Collected data entries
┌──

/**
 * Per-attribute lookup structures for one filterable attribute: value → slots for
 * equality, a lazily sorted numeric column for ranges, and per-slot value ids so
 * facet counts are a walk over the matched slots.
 */
import { Bitset } from './bitset';

export function normalizeFacetString(value: string): string {
  return value.trim().toLowerCase();
}

type FacetScalar = string | number;

/** Flattens a document value into the scalar facet values it carries (booleans become "true"/"false"). */
function facetScalars(raw: unknown): FacetScalar[] {
  if (raw === null || raw === undefined) return [];
  if (Array.isArray(raw)) return raw.flatMap(facetScalars);
  if (typeof raw === 'number') return Number.isFinite(raw) ? [raw] : [];
  if (typeof raw === 'boolean') return [String(raw)];
  if (typeof raw === 'string') return [raw];
  return [];
}

function isEmptyValue(raw: unknown): boolean {
  if (raw === '') return true;
  if (Array.isArray(raw)) return raw.length === 0;
  return typeof raw === 'object' && raw !== null && Object.keys(raw).length === 0;
}

interface NumericColumn {
  values: Float64Array;
  slots: Int32Array;
}

export class FacetIndex {
  private readonly bySlotValueIds: Array<number[] | undefined> = [];
  private readonly stringSlots = new Map<string, Set<number>>();
  private readonly numberBySlot = new Map<number, number[]>();
  private readonly existing = new Set<number>();
  private readonly nulls = new Set<number>();
  private readonly empties = new Set<number>();
  /** Facet value table: id → display label (the first spelling seen). */
  private readonly labels: string[] = [];
  /** The number a numeric facet value stands for; NaN for strings. */
  private readonly numericValue: number[] = [];
  private readonly idByKey = new Map<string, number>();
  private column: NumericColumn | null = null;

  add(slot: number, raw: unknown): void {
    if (raw === undefined) return;
    this.existing.add(slot);
    if (raw === null) this.nulls.add(slot);
    if (isEmptyValue(raw)) this.empties.add(slot);
    const ids: number[] = [];
    const numbers: number[] = [];
    for (const scalar of facetScalars(raw)) {
      if (typeof scalar === 'number') {
        numbers.push(scalar);
        ids.push(this.valueId(`n:${scalar}`, String(scalar), scalar));
      } else {
        const key = normalizeFacetString(scalar);
        addToMap(this.stringSlots, key, slot);
        ids.push(this.valueId(`s:${key}`, scalar, NaN));
      }
    }
    if (numbers.length > 0) {
      this.numberBySlot.set(slot, numbers);
      this.column = null;
    }
    this.bySlotValueIds[slot] = ids.length > 0 ? [...new Set(ids)] : undefined;
  }

  remove(slot: number, raw: unknown): void {
    if (raw === undefined) return;
    this.existing.delete(slot);
    this.nulls.delete(slot);
    this.empties.delete(slot);
    for (const scalar of facetScalars(raw)) {
      if (typeof scalar === 'string') this.stringSlots.get(normalizeFacetString(scalar))?.delete(slot);
    }
    if (this.numberBySlot.delete(slot)) this.column = null;
    this.bySlotValueIds[slot] = undefined;
  }

  equals(value: string, capacity: number): Bitset {
    const set = Bitset.fromIterable(capacity, this.stringSlots.get(normalizeFacetString(value)) ?? []);
    const asNumber = parseNumber(value);
    if (asNumber !== null) set.or(this.range(asNumber, true, asNumber, true, capacity));
    return set;
  }

  range(from: number, fromInclusive: boolean, to: number, toInclusive: boolean, capacity: number): Bitset {
    const { values, slots } = this.numericColumn();
    const set = new Bitset(capacity);
    let i = fromInclusive ? lowerBound(values, from) : upperBound(values, from);
    for (; i < values.length; i++) {
      const v = values[i];
      if (v > to || (!toInclusive && v === to)) break;
      set.add(slots[i]);
    }
    return set;
  }

  exists(capacity: number): Bitset {
    return Bitset.fromIterable(capacity, this.existing);
  }

  isNull(capacity: number): Bitset {
    return Bitset.fromIterable(capacity, this.nulls);
  }

  isEmpty(capacity: number): Bitset {
    return Bitset.fromIterable(capacity, this.empties);
  }

  /** Counts facet values over `slots`; numeric values also yield min/max. */
  distribution(slots: ArrayLike<number>): { counts: Map<string, number>; stats: { min: number; max: number } | null } {
    const tally = new Int32Array(this.labels.length);
    let min = Infinity;
    let max = -Infinity;
    for (let i = 0; i < slots.length; i++) {
      const ids = this.bySlotValueIds[slots[i]];
      if (ids === undefined) continue;
      for (const id of ids) {
        tally[id]++;
        const n = this.numericValue[id];
        if (!Number.isNaN(n)) {
          if (n < min) min = n;
          if (n > max) max = n;
        }
      }
    }
    const counts = new Map<string, number>();
    tally.forEach((count, id) => {
      if (count > 0) counts.set(this.labels[id], count);
    });
    return { counts, stats: min <= max ? { min, max } : null };
  }

  private valueId(key: string, label: string, numeric: number): number {
    let id = this.idByKey.get(key);
    if (id === undefined) {
      id = this.labels.length;
      this.idByKey.set(key, id);
      this.labels.push(label);
      this.numericValue.push(numeric);
    }
    return id;
  }

  private numericColumn(): NumericColumn {
    if (this.column) return this.column;
    const pairs: Array<[number, number]> = [];
    for (const [slot, numbers] of this.numberBySlot) for (const n of numbers) pairs.push([n, slot]);
    pairs.sort((a, b) => a[0] - b[0]);
    this.column = {
      values: Float64Array.from(pairs, (p) => p[0]),
      slots: Int32Array.from(pairs, (p) => p[1]),
    };
    return this.column;
  }
}

function addToMap(map: Map<string, Set<number>>, key: string, slot: number): void {
  let set = map.get(key);
  if (!set) {
    set = new Set();
    map.set(key, set);
  }
  set.add(slot);
}

export function parseNumber(text: string): number | null {
  if (text.trim() === '') return null;
  const n = Number(text);
  return Number.isFinite(n) ? n : null;
}

function lowerBound(values: Float64Array, target: number): number {
  let lo = 0;
  let hi = values.length;
  while (lo < hi) {
    const mid = (lo + hi) >>> 1;
    if (values[mid] < target) lo = mid + 1;
    else hi = mid;
  }
  return lo;
}

function upperBound(values: Float64Array, target: number): number {
  let lo = 0;
  let hi = values.length;
  while (lo < hi) {
    const mid = (lo + hi) >>> 1;
    if (values[mid] <= target) lo = mid + 1;
    else hi = mid;
  }
  return lo;
}
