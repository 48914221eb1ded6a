/**
 * Full-text matching on minisearch, tuned the way the engine behaves: every term must
 * match (AND), only the last term matches as a prefix, and typos are allowed only on
 * longer terms (one from `oneTypo` letters, two from `twoTypos`). Filter candidates are
 * applied inside scoring through `boostDocument`, so excluded documents are never scored.
 * `only` narrows the searched fields (`attributesToSearchOn`).
 */
import type { Bitset } from './bitset';
import type { FakeIndex } from './store';

export interface TextMatch {
  /** Matched slots, best first. */
  slots: number[];
  /** Relevance score per slot; null when there was no query. */
  scores: Map<number, number> | null;
}

export type MatchingStrategy = 'last' | 'all' | 'frequency';

function typoBudget(index: FakeIndex): (term: string) => number {
  const { enabled, minWordSizeForTypos, disableOnWords, disableOnNumbers } = index.settings.typoTolerance;
  const oneTypo = minWordSizeForTypos?.oneTypo ?? 5;
  const twoTypos = minWordSizeForTypos?.twoTypos ?? 9;
  const exact = new Set((disableOnWords ?? []).map((word) => word.toLowerCase()));
  return (term) => {
    if (!enabled || exact.has(term) || (disableOnNumbers && /^\d+$/.test(term))) return 0;
    if (term.length >= twoTypos) return 2;
    return term.length >= oneTypo ? 1 : 0;
  };
}

function searchAll(index: FakeIndex, terms: string[], candidates: Bitset | null, only: string[] | null): TextMatch {
  const { index: text, fields, boost } = index.textFor(only);
  const results = text.search(terms.join(' '), {
    fields,
    boost,
    combineWith: 'AND',
    prefix: (_term: string, i: number, all: string[]) => i === all.length - 1,
    fuzzy: typoBudget(index),
    boostDocument: candidates ? (slot: number) => (candidates.has(slot) ? 1 : 0) : undefined,
  });
  const scores = new Map<number, number>();
  const slots = results.map((result) => {
    scores.set(result.id as number, result.score);
    return result.id as number;
  });
  return { slots, scores };
}

/**
 * With the default `last` strategy, when no document holds every term the trailing
 * terms are dropped one at a time until something matches; `all` never drops terms.
 */
export function matchText(
  index: FakeIndex,
  terms: string[],
  candidates: Bitset | null,
  strategy: MatchingStrategy,
  only: string[] | null = null,
): TextMatch {
  let match = searchAll(index, terms, candidates, only);
  for (let kept = terms.length - 1; match.slots.length === 0 && strategy !== 'all' && kept > 0; kept--) {
    match = searchAll(index, terms.slice(0, kept), candidates, only);
  }
  return match;
}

└──

→ **Task description**:
From the entries above, copy each line holding "void".

→ **Completed task**:
  add(slot: number, raw: unknown): void {
  remove(slot: number, raw: unknown): void {
function addToMap(map: Map<string, Set<number>>, key: string, slot: number): void {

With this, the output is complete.